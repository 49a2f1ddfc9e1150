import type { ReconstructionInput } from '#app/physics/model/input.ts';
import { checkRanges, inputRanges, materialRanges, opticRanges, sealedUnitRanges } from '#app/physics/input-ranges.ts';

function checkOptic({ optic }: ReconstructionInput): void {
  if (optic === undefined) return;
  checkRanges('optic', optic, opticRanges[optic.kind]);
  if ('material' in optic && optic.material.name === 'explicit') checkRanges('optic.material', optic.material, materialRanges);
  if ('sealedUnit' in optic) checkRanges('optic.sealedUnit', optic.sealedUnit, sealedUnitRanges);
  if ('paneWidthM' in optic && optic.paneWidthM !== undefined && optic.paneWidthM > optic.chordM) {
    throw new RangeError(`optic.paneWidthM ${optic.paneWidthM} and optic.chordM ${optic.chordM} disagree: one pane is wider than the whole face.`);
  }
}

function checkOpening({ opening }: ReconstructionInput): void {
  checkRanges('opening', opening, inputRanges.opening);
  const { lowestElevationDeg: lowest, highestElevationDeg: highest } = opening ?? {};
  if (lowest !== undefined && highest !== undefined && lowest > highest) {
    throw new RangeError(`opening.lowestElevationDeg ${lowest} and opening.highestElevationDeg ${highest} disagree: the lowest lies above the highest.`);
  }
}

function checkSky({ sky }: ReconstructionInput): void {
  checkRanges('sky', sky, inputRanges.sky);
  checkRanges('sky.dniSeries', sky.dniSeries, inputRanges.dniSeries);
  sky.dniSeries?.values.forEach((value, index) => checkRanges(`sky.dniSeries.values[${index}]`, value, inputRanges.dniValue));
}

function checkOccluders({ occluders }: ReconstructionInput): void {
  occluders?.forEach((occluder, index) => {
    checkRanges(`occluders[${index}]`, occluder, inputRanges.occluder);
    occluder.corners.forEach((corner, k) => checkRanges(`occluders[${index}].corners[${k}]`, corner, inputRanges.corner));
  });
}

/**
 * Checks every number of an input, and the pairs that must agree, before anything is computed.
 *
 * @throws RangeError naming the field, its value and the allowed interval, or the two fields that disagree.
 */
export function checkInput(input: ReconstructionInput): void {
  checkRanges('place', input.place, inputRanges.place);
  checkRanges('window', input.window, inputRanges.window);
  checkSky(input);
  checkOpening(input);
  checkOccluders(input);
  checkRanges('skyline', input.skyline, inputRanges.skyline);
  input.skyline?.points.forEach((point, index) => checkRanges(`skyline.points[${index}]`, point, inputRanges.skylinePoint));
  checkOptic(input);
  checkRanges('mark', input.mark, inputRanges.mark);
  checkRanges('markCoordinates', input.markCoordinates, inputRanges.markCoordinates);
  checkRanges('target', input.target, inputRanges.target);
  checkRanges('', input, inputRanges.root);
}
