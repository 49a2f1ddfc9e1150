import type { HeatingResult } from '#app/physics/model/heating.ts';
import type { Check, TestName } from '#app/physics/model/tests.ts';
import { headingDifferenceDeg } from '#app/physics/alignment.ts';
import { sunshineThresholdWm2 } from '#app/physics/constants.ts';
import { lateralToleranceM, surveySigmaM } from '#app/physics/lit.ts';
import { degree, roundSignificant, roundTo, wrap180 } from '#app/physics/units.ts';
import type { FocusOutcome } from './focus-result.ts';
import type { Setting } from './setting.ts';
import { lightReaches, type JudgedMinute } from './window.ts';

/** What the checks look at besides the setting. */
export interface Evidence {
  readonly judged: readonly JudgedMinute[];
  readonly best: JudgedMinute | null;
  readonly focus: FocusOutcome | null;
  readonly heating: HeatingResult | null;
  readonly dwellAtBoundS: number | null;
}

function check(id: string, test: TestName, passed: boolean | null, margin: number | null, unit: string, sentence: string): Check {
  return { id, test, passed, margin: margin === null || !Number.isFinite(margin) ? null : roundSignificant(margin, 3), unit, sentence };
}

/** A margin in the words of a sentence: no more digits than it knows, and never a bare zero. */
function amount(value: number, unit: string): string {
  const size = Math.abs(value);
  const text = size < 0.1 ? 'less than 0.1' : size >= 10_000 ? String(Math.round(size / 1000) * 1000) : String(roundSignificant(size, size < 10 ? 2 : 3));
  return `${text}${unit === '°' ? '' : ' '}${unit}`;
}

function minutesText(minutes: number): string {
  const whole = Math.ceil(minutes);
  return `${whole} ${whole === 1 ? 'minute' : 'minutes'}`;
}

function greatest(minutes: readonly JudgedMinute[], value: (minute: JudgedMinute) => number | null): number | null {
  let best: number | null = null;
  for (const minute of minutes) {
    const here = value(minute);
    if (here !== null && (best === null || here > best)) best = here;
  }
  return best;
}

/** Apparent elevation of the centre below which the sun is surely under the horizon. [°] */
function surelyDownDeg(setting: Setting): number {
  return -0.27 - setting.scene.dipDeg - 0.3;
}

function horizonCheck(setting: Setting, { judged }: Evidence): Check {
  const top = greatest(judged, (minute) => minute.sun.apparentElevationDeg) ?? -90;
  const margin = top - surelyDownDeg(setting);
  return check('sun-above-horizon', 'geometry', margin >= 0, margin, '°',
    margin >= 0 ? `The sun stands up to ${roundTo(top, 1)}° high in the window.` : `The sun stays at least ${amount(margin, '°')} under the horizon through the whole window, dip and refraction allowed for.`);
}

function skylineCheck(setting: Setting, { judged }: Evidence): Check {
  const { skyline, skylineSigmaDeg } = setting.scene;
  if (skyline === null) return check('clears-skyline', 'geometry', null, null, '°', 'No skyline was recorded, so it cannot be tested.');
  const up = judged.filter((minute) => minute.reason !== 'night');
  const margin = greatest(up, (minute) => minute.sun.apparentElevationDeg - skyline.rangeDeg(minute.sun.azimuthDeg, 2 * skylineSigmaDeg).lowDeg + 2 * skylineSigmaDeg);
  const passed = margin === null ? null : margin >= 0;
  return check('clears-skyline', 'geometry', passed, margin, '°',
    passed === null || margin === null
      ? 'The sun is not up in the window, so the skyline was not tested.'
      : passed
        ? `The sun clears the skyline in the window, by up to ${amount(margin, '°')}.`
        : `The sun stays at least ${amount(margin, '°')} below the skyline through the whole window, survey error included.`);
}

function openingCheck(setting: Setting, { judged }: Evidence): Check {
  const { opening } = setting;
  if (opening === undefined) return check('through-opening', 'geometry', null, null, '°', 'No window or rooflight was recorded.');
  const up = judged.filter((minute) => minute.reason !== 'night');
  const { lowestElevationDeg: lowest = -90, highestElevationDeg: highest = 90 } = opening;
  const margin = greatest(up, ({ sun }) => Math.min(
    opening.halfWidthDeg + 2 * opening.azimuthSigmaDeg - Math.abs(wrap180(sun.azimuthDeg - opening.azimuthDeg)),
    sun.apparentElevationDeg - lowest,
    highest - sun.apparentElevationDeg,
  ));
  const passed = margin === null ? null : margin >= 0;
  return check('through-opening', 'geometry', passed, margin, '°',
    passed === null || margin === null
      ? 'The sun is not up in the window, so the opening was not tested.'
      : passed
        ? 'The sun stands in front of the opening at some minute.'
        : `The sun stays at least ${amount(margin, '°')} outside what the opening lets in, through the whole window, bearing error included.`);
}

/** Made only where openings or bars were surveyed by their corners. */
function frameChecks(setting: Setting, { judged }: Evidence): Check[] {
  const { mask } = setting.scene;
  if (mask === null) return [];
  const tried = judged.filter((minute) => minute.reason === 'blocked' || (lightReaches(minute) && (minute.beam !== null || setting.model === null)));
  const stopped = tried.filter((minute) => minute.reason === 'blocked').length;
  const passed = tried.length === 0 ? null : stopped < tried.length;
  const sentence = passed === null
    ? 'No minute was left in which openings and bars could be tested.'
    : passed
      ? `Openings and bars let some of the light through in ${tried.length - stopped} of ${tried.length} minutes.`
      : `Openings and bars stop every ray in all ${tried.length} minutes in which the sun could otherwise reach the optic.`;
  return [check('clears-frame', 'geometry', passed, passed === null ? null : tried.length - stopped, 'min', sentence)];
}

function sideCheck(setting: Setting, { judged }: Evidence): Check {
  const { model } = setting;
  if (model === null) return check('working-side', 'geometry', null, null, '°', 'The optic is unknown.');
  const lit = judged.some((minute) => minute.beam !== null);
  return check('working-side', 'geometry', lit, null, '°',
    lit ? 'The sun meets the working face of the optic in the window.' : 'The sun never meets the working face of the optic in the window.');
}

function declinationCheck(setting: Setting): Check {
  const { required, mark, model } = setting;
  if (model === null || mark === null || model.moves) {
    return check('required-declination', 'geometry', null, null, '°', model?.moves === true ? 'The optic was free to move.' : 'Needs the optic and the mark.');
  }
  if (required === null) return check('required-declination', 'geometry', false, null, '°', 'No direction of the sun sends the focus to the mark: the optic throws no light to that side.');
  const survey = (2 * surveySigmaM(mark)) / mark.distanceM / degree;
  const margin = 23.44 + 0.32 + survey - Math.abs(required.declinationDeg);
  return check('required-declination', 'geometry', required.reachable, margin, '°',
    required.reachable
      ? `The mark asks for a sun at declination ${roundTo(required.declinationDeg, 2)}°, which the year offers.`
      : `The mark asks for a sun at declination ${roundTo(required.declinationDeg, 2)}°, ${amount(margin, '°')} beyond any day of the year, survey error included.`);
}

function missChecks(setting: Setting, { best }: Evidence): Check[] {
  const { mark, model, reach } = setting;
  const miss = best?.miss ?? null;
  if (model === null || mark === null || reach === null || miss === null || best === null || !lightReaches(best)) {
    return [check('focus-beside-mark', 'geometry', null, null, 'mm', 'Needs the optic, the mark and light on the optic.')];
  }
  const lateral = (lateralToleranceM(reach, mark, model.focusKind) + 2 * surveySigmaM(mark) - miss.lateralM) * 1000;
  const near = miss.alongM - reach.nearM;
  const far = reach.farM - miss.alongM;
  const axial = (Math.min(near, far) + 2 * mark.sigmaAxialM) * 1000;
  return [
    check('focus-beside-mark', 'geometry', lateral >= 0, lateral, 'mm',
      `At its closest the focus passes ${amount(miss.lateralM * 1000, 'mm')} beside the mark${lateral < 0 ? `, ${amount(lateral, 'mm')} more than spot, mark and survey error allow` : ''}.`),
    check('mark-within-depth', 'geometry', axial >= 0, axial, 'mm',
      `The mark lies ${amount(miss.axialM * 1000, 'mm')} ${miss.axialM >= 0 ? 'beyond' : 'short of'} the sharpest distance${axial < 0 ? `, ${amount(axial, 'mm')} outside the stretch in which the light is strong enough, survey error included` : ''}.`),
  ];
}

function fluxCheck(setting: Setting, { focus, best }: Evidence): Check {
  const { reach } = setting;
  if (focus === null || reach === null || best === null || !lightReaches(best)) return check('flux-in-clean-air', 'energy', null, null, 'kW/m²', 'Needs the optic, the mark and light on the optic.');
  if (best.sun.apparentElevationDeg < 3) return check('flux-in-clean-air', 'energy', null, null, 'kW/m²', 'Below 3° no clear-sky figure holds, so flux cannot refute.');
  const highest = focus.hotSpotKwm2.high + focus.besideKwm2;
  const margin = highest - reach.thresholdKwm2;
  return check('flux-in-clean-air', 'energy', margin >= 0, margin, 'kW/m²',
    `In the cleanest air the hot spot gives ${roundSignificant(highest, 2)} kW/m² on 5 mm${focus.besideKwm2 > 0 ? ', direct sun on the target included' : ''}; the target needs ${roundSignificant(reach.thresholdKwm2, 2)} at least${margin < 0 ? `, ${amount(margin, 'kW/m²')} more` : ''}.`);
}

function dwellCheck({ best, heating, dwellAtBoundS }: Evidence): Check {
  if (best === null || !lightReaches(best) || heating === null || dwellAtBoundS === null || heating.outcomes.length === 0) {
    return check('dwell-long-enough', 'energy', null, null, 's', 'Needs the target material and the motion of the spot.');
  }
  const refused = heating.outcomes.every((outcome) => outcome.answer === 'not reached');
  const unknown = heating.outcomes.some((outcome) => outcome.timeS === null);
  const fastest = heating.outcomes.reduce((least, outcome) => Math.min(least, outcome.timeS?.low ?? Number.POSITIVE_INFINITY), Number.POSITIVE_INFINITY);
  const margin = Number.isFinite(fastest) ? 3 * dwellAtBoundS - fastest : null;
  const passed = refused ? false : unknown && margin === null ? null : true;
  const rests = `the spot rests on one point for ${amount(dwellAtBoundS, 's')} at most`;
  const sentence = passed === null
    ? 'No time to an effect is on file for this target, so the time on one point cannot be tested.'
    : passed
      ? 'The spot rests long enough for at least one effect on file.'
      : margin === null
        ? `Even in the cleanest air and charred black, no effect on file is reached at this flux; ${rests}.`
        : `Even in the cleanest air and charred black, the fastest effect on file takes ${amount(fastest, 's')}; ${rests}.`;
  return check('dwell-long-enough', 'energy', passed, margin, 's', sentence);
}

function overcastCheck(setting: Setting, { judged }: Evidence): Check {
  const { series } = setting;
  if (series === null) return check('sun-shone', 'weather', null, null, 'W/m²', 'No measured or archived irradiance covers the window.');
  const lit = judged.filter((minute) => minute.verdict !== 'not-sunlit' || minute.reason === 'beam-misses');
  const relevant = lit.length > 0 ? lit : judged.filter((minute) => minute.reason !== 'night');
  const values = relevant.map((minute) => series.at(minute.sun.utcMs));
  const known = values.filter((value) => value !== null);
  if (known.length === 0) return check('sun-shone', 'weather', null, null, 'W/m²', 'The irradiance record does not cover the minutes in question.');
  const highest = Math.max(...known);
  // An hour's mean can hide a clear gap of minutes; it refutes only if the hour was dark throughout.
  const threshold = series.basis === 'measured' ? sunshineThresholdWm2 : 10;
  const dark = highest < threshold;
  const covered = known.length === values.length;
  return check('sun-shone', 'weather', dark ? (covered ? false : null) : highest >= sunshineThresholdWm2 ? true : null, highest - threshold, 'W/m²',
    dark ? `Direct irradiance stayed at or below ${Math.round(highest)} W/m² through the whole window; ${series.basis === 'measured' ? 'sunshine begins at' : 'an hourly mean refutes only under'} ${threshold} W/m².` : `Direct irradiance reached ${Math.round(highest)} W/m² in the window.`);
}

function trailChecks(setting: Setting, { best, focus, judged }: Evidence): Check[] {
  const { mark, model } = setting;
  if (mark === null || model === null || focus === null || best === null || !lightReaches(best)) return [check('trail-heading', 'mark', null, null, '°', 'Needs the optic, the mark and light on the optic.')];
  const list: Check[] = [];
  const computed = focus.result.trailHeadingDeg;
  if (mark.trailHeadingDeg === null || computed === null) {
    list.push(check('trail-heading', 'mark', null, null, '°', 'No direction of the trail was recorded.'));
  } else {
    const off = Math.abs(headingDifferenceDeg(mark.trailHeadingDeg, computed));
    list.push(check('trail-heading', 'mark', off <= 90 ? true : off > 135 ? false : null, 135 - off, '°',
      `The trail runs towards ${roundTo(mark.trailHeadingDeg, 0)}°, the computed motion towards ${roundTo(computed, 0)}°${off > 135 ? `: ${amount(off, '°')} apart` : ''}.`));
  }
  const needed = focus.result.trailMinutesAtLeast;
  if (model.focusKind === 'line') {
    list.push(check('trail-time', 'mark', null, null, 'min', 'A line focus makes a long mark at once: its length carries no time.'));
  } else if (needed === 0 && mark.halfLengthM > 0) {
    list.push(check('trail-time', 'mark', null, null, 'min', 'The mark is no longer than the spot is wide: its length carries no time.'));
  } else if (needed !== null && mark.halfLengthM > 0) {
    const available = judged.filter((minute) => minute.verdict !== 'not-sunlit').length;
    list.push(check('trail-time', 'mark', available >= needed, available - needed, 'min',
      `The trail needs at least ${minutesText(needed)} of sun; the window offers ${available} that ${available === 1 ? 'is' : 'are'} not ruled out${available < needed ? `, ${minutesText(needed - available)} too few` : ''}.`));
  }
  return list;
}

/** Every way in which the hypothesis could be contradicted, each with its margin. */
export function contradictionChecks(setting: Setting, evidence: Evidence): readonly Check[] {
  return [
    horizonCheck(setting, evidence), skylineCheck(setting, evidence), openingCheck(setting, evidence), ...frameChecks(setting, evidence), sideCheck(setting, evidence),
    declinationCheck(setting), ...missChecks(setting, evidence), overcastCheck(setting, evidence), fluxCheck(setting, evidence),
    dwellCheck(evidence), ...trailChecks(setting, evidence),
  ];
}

^^^^^^^^

* _DESCRIPTION OF THE TASK_: Pull out all lines in the data above that include "beyond".

* _EXERCISE SOLUTION_:
      : `The mark asks for a sun at declination ${roundTo(required.declinationDeg, 2)}°, ${amount(margin, '°')} beyond any day of the year, survey error included.`);
      `The mark lies ${amount(miss.axialM * 1000, 'mm')} ${miss.axialM >= 0 ? 'beyond' : 'short of'} the sharpest distance${axial < 0 ? `, ${amount(axial, 'mm')} outside the stretch in which the light is strong enough, survey error included` : ''}.`),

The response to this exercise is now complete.